Christophe Haubursin
Christophe Haubursin was a senior producer for the Vox video team. Since joining the team in 2016, he has produced for Vox’s YouTube channel and Emmy-nominated shows Glad You Asked and Explained.

Selfies are everywhere. They’re part of how we present ourselves, how we communicate — and increasingly, how we think about our appearance. And that isn’t always a positive thing.

More and more, concerns about appearance in selfies are driving people to get nose jobs. In a poll by the American Academy of Facial Plastic and Reconstructive Surgery, 55 percent of facial plastic surgeons reported seeing patients who wanted surgeries to help them look better in selfies. That was an increase of 13 percent from the previous year.

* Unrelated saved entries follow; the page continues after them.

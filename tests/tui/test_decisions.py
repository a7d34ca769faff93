"""The operator's decision flow (issue #12) through the Pilot on the fake engine:
recalibrate mid-wafer and come back to the walk, FAIL then re-land, FAIL then keep
with a reason (and see it on the wafer), an instrument error held on the board
then recovered, a dead die skipped whole, the 300 ms key guard of dialogs, the
journal view, the keys overlay, the palette's quit. Each asserts on the screen,
then on the journal the engine wrote."""

from __future__ import annotations

import asyncio
import json

import probelog.tui.screens.dialogs as dialogs
from probelog.tui.app import build_app
from probelog.tui.screens.calibrate import Calibrate
from probelog.tui.screens.dialogs import AskReason, Confirm, Failure, KeysHelp
from probelog.tui.screens.journal_view import JournalView
from probelog.tui.screens.probe import Probe
from probelog.tui.screens.wafer import WaferView
from probelog.tui.widgets.die_map import DieMap, legend
from tests.tui.fake_engine import SITES, FakeEngine
from tests.tui.helpers import press, quit_session, settle
from tests.tui.test_flow import board_text, calibrate, screen_text

FAULT = ((0, 0), "line-a", 1)  # lifted tip on the very first site landing


def journal(session_dir):
    return [json.loads(x) for x in (session_dir / "journal.jsonl").read_bytes().splitlines()]


def decisions(session_dir):
    return [(tuple(p["die"]), p["site"], p["landing"], p["action"], p["reason"])
            for p in (e["payload"] for e in journal(session_dir) if e["type"] == "decision")]


async def probing(pilot):
    """Calibrate, accept the cal set: the probe screen, probes up."""
    await settle(pilot, "open")
    await calibrate(pilot)
    await press(pilot, "a")
    assert isinstance(pilot.app.screen, Probe)


def drive(session, scenario, size=(120, 40), **engine_kw):
    async def go():
        app = build_app(lambda: FakeEngine(session, **engine_kw), show_cautions=False)
        async with app.run_test(size=size) as pilot:
            await probing(pilot)
            await scenario(pilot, app)
            await quit_session(pilot)
    asyncio.run(go())


def test_recalibrate_mid_wafer_then_back_to_the_walk_where_it_left_off(tmp_path):
    session = tmp_path / "s"

    async def scenario(pilot, app):
        await press(pilot, "space", "a")  # die 0,0 line-a kept
        assert app.engine.next_step.site == "line-b"
        await press(pilot, "c")
        assert isinstance(app.screen, AskReason)
        await press(pilot, "2")  # probes re-planarised
        assert isinstance(app.screen, Calibrate)  # not a dead end: the calibration screen
        assert "standard 1 of 4" in screen_text(app)
        await calibrate(pilot)
        await press(pilot, "a")
        assert isinstance(app.screen, Probe)
        assert "die 0,0 · line-b (line) · landing 1" in screen_text(app)  # where it left off
        await press(pilot, "space")
        assert "die 0,0 · line-b (line) · landing 1" in board_text(app)

    drive(session, scenario)
    types = [e["type"] for e in journal(session)]
    assert types.count("cal-accepted") == 2 and "recal-requested" in types
    recal = next(e["payload"] for e in journal(session) if e["type"] == "recal-requested")
    assert recal["reason"] == "probes re-planarised"


def test_fail_then_enter_relands_and_a_keeps_nothing(tmp_path):
    session = tmp_path / "s"

    async def scenario(pilot, app):
        await press(pilot, "space")
        assert "✖ FAIL" in board_text(app)
        screen = app.screen
        assert screen.check_action("keep", ()) is False and screen.check_action("keep_and_land", ()) is False
        await press(pilot, "a")  # not offered after a FAIL: nothing journaled
        assert not [d for d in decisions(session) if d[3] == "accept"]
        await press(pilot, "enter")  # the default key re-lands
        assert "✔ PASS" in board_text(app) and "landing 2" in board_text(app)

    drive(session, scenario, faults={FAULT})
    assert decisions(session) == [((0, 0), "line-a", 1, "reland", "")]
    landings = [e["payload"]["landing"] for e in journal(session) if e["type"] == "landing"]
    assert landings == [1, 2]


def test_fail_kept_only_with_A_and_a_reason_and_the_wafer_shows_it(tmp_path):
    session = tmp_path / "s"

    async def scenario(pilot, app):
        await press(pilot, "space", "A")
        assert isinstance(app.screen, AskReason)
        assert "Keep a FAILED landing?" in screen_text(app)
        await press(pilot, "escape")  # backing out keeps nothing
        assert isinstance(app.screen, Probe) and not decisions(session)
        await press(pilot, "A", "2")
        assert "KEPT DESPITE FAIL" in board_text(app)
        await press(pilot, "w")
        assert isinstance(app.screen, WaferView)
        assert (0, 0) in app.screen.query_one(DieMap).flagged
        assert "a landing kept despite FAIL" in screen_text(app)  # the cursor starts on that die
        assert "! kept despite FAIL" in legend(None).plain  # and the legend says what ! means
        await press(pilot, "escape")

    drive(session, scenario, faults={FAULT})
    assert decisions(session) == [((0, 0), "line-a", 1, "accept-despite-fail",
                                   "checked under the microscope: contact is good")]


def test_instrument_error_holds_the_board_until_retried(tmp_path):
    session = tmp_path / "s"

    async def scenario(pilot, app):
        await press(pilot, "space")
        assert isinstance(app.screen, Failure)
        text = screen_text(app)
        assert "The VNA failed during the landing" in text  # titled by what failed
        assert "enter retries" in text and "no reply to the sweep trigger" in text  # what to do, its words
        await press(pilot, "enter")  # closes the dialog only
        assert isinstance(app.screen, Probe)
        assert board_text(app).startswith("ERROR") and "nothing recorded" in screen_text(app)
        assert app.screen.check_action("retry", ()) is True and app.screen.check_action("land", ()) is False
        await press(pilot, "n", "escape")  # a note in between leaves the error up
        assert board_text(app).startswith("ERROR")
        await press(pilot, "enter")  # retry
        assert "✔ PASS" in board_text(app) and "landing 1" in board_text(app)

    drive(session, scenario, errors={FAULT})
    types = [e["type"] for e in journal(session)]
    assert types.count("instrument-error") == 1 and types.count("landing") == 1


def test_instrument_error_then_skip_the_site(tmp_path):
    session = tmp_path / "s"

    async def scenario(pilot, app):
        await press(pilot, "space", "enter", "s", "1")
        assert not board_text(app).startswith("ERROR")
        assert app.engine.next_step.site == "line-b"

    drive(session, scenario, errors={FAULT})
    assert decisions(session) == [((0, 0), "line-a", 0, "skip", "structure damaged")]


def test_a_dead_die_is_skipped_whole_with_one_reason(tmp_path):
    session = tmp_path / "s"

    async def scenario(pilot, app):
        await press(pilot, "x", "1")
        assert app.engine.wafer_status[(0, 0)] == "skipped"
        assert app.engine.next_step.die == (1, 0)

    drive(session, scenario)
    skipped = [e["payload"] for e in journal(session) if e["type"] == "die-skipped"]
    assert skipped == [{"die": [0, 0], "sites": [s for s, _ in SITES], "reason": "die dead: no site answers"}]


def test_a_die_skipped_while_its_landing_failed(tmp_path):
    session = tmp_path / "s"

    async def scenario(pilot, app):
        await press(pilot, "space")
        assert "✖ FAIL" in board_text(app)
        await press(pilot, "x", "1")
        assert app.engine.wafer_status[(0, 0)] == "skipped"

    drive(session, scenario, faults={FAULT})
    # the landing on screen is skipped first (the engine skips whole dies while probing)
    assert decisions(session) == [((0, 0), "line-a", 1, "skip", "die dead: no site answers")]
    skipped = [e["payload"] for e in journal(session) if e["type"] == "die-skipped"]
    assert skipped == [{"die": [0, 0], "sites": ["line-b"], "reason": "die dead: no site answers"}]


def test_keys_pressed_just_before_a_dialog_do_not_answer_it(tmp_path, monkeypatch):
    monkeypatch.setattr(dialogs, "GUARD_S", 60.0)  # the guard stays shut until opened below
    session = tmp_path / "s"

    async def scenario(pilot, app):
        await press(pilot, "q")
        assert isinstance(app.screen, Confirm)
        await press(pilot, "enter", "y")  # the landing keys the operator was pressing
        assert isinstance(app.screen, Confirm)  # unanswered
        await press(pilot, "n")
        assert isinstance(app.screen, Confirm)
        app.screen.open_guard()
        await press(pilot, "n")
        assert isinstance(app.screen, Probe)
        monkeypatch.setattr(dialogs, "GUARD_S", 0.0)

    drive(session, scenario)


def test_journal_view_filters_by_die_and_type(tmp_path):
    session = tmp_path / "s"

    async def scenario(pilot, app):
        await press(pilot, "space", "enter", "enter", "enter")  # 0,0 a b, 1,0 a on screen
        await press(pilot, "j")
        assert isinstance(app.screen, JournalView)
        assert "decision accept die 0,0 line-a" in screen_text(app)
        await press(pilot, "slash", *"1,0 landing")
        text = screen_text(app)
        assert "landing die 1,0 line-a" in text and "die 0,0" not in text
        await press(pilot, "escape", "escape")
        assert isinstance(app.screen, Probe)

    drive(session, scenario)


def test_keys_overlay_lists_what_applies_now_and_the_rest(tmp_path):
    session = tmp_path / "s"

    async def scenario(pilot, app):
        await press(pilot, "question_mark")
        assert isinstance(app.screen, KeysHelp)
        text = screen_text(app)
        now, later = text.split("not now")
        assert "Move to the next site" in now and "Keep this FAILED landing anyway" in later
        await press(pilot, "escape")
        assert isinstance(app.screen, Probe)

    drive(session, scenario)


def test_drift_reference_looks_unlike_a_site_and_enter_then_lands(tmp_path):
    session = tmp_path / "s"

    async def scenario(pilot, app):
        await press(pilot, "d")
        assert board_text(app).startswith("drift reference ✔ PASS")
        assert app.screen.query_one("#board").has_class("v-ref")
        await press(pilot, "enter")  # lands on the next site of the plan
        # (the fake's drift reference is line-a on die 0,0 itself, so this is its 2nd landing)
        assert board_text(app).startswith("✔ PASS die 0,0 · line-a (line)")
        assert not app.screen.query_one("#board").has_class("v-ref")

    drive(session, scenario)


def test_palette_quit_asks_to_close_the_journal(tmp_path):
    session = tmp_path / "s"

    async def go():
        app = build_app(lambda: FakeEngine(session), show_cautions=False)
        async with app.run_test(size=(120, 40)) as pilot:
            await probing(pilot)
            await pilot.press("ctrl+p")
            await pilot.press(*"Quit")
            await pilot.wait_for_scheduled_animations()
            await press(pilot, "enter")
            assert isinstance(app.screen, Confirm)
            await app._press_keys(["y"])
            await settle(pilot, "closing")
            for _ in range(200):  # bounded: the closing worker posts, then the app leaves
                if app.return_code is not None:
                    break
                await asyncio.sleep(0.01)
        assert "resume it with: probelog run --resume" in app.farewell

    asyncio.run(go())
    assert journal(session)[-1]["type"] == "session-closed"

But those concerns are often the result of a camera illusion that occurs when a photo is taken extremely close to a subject. Researchers from Rutgers University and Stanford University demonstrated that effect in a paper published in the journal JAMA Facial Plastic Surgery. They found that the nose looks about 30 percent larger at one foot away than it does from five feet away:

JAMA Facial Plastic Surgery

For anyone who’s taken a selfie before, that’s not entirely surprising. But researchers at Princeton created a tool that could fix that, by altering the apparent distance and position of camera and subject after the photo is taken. It’s a pretty uncanny effect (you can try it out for yourself), but it could prove to be an important technology in creating a forward-facing camera for pictures that feel more like us.